> [Your instructions]: Your answer should be every line of the records that contains the word "exponential", copied as it stands.

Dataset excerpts

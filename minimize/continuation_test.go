package minimize

import (
	"context"
	"errors"
	"math"
	"slices"
	"strings"
	"testing"

	"github.com/tenter-go/tenter/action"
	"github.com/tenter-go/tenter/constraint"
	"github.com/tenter-go/tenter/field"
	"github.com/tenter-go/tenter/lattice"
)

// exponential is V = −eᵘ of the Bratu problem −Δu = λeᵘ.
var exponential = action.Scalar{
	V:  func(u float64) float64 { return -math.Exp(u) },
	D1: func(u float64) float64 { return -math.Exp(u) },
	D2: func(u float64) float64 { return -math.Exp(u) },
}

// bratuSquare is −Δu = λeᵘ on the unit square with u = 0 around it, on n × n links.
func bratuSquare(n int) (Family, *field.History) {
	clock, line := square(n, lattice.Held, lattice.Held)
	b := lattice.Block{Time: clock, Space: line}
	return func(lambda float64) (Functional, *constraint.Set, error) {
		s, err := action.New(b, action.Wave{Potential: exponential, Sigma: action.Uniform(lambda), Signature: action.Euclidean})
		return s, frame(b), err
	}, field.NewHistory(b, 1)
}

// bratuLine is −u″ = λeᵘ on (0, 1), u = 0 at both ends, on n links. The histories
// are narrow rings of two slices, which are equal at small indices.
func bratuLine(n int) (Family, *field.History) {
	b := lattice.Block{
		Time:  lattice.Axis{Step: 0.01, Sites: 2, Periodic: true},
		Space: lattice.Axis{Step: 1 / float64(n), Sites: n + 1, Left: lattice.Held, Right: lattice.Held},
	}
	return func(lambda float64) (Functional, *constraint.Set, error) {
		s, err := action.New(b, action.Wave{Potential: exponential, Sigma: action.Uniform(lambda), Signature: action.Euclidean})
		return s, nil, err
	}, field.NewHistory(b, 1)
}

func follow(t *testing.T, f Family, p float64, start *field.History, set *ContinuationSettings) *Branch {
	t.Helper()
	b, err := Continue(context.Background(), f, p, start, set)
	if err != nil {
		t.Fatalf("%v\n%v", err, b)
	}
	return b
}

// The fold of the Bratu problem on the unit square is at λ = 6.808124423, where
// u(½, ½) = 1.391661206 (quoted in several public collections of test problems;
// confirmed by an independent Chebyshev computation, 24 points a side). At λ = 4
// the centre is 0.395526017857 on the lower branch, 3.4549390761 on the upper; at
// λ = 1 0.078101022698 and 6.563218 (independent computation: Chebyshev). The
// lower branch is a minimum, the upper a saddle of index 1.
func TestBratuOnTheSquare(t *testing.T) {
	want := map[string]float64{"fold": 6.808124423, "lower": 0.395526017857, "upper": 3.4549390761}
	errs := map[string][]float64{}
	for _, n := range []int{16, 32, 64} {
		f, start := bratuSquare(n)
		b := follow(t, f, 0, start, &ContinuationSettings{Step: 0.5, Scale: 5, At: []float64{4}, Low: 0, High: 8, Stop: func(p Point) bool {
			return p.Kind == Asked && p.Index == 1
		}})
		folds, asked := b.Of(Fold), b.Of(Asked)
		if len(folds) != 1 || len(asked) != 2 || len(b.Of(Branching)) != 0 {
			t.Fatalf("n = %d: %d folds, %d branch points, %d points at λ = 4", n, len(folds), len(b.Of(Branching)), len(asked))
		}
		centre := func(p Point) float64 { return p.History.At(n/2, 0, n/2) }
		for name, v := range map[string]float64{"fold": folds[0].Parameter, "lower": centre(asked[0]), "upper": centre(asked[1])} {
			errs[name] = append(errs[name], v-want[name])
		}
		for _, p := range b.Points {
			if p.Kind == Fold {
				continue
			}
			if upper := p.Arc > folds[0].Arc; !p.Known || upper && p.Index != 1 || !upper && p.Index != 0 || upper == (p.Slope > 0) {
				t.Errorf("n = %d: %v, slope %.3g", n, p, p.Slope)
			}
		}
		if null := folds[0].Null; null == nil || math.Abs(null.At(n/2, 0, n/2)-1) > 1e-12 { // largest at the centre, by symmetry
			t.Errorf("n = %d: null vector of the fold %v", n, null)
		}
	}
	for name, e := range errs {
		// the next term, h⁴, is a quarter of the h² term over h² at most
		if order := math.Log2(e[1] / e[2]); math.Abs(order-2) > 0.05 {
			t.Errorf("%s: errors %.4g, order %.3f; want 2", name, e, order)
		}
		r := (4*e[2] - e[1]) / 3
		q := (4*e[1] - e[0]) / 3
		// Richardson's value drops by h⁴ too, and the twice extrapolated one stays
		if order := math.Log2(math.Abs(q / r)); math.Abs(order-4) > 0.6 {
			t.Errorf("%s: extrapolated %.3g, %.3g, order %.2f; want 4", name, q, r, order)
		}
		if rest := (16*r - q) / 15; name == "fold" && math.Abs(rest) > 1e-8 { // of which 5e-10 is rounding of the published value, the rest h⁶
			t.Errorf("twice extrapolated fold is off by %.3g", rest)
		}
	}
}
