package minimize

import (
	"github.com/tenter-go/tenter/action"
	"github.com/tenter-go/tenter/field"
	"github.com/tenter-go/tenter/lattice"
)

// A Functional is an action on a block whose stationary histories are looked
// for. *action.Discrete is one, and so are the actions of regions, of general
// Lagrangians and of noisy flows in package action. What its methods must do is
// said there; package actiontest checks a functional of one's own.
type Functional interface {
	Block() lattice.Block
	Components() int

	// Fits returns an error unless the history is finite and lies on the block.
	Fits(h *field.History) error

	// Conservative returns nil, or an error, such as *action.NoActionError,
	// that names what is in the equation and not in the action.
	Conservative() error

	// Value returns the action of a history.
	Value(h *field.History) float64

	// Gradient writes ∂S/∂φ at every event to dst, SecondVariationMatrix the
	// matrix of second derivatives; a nil dst is allocated. The pattern of the
	// matrix does not depend on the history.
	Gradient(dst, h *field.History) *field.History
	SecondVariationMatrix(dst *action.Matrix, h *field.History) *action.Matrix
}

// signed is a Functional that knows its signature.
type signed interface{ Signature() action.Signature }

var (
	_ Functional = (*action.Discrete)(nil)
	_ Functional = (*action.Shaped)(nil)
	_ Functional = (*action.Cells)(nil)
	_ Functional = (*action.NoisyFlow)(nil)
	_ signed     = (*action.Discrete)(nil)
	_ signed     = (*action.Shaped)(nil)
)

// given returns f, or nil if it is an action that is nil.
func given(f Functional) Functional {
	if s, ok := f.(*action.Discrete); ok && s == nil {
		return nil
	}
	return f
}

> [Answer to this task]:
// exponential is V = −eᵘ of the Bratu problem −Δu = λeᵘ.
var exponential = action.Scalar{
		s, err := action.New(b, action.Wave{Potential: exponential, Sigma: action.Uniform(lambda), Signature: action.Euclidean})
		s, err := action.New(b, action.Wave{Potential: exponential, Sigma: action.Uniform(lambda), Signature: action.Euclidean})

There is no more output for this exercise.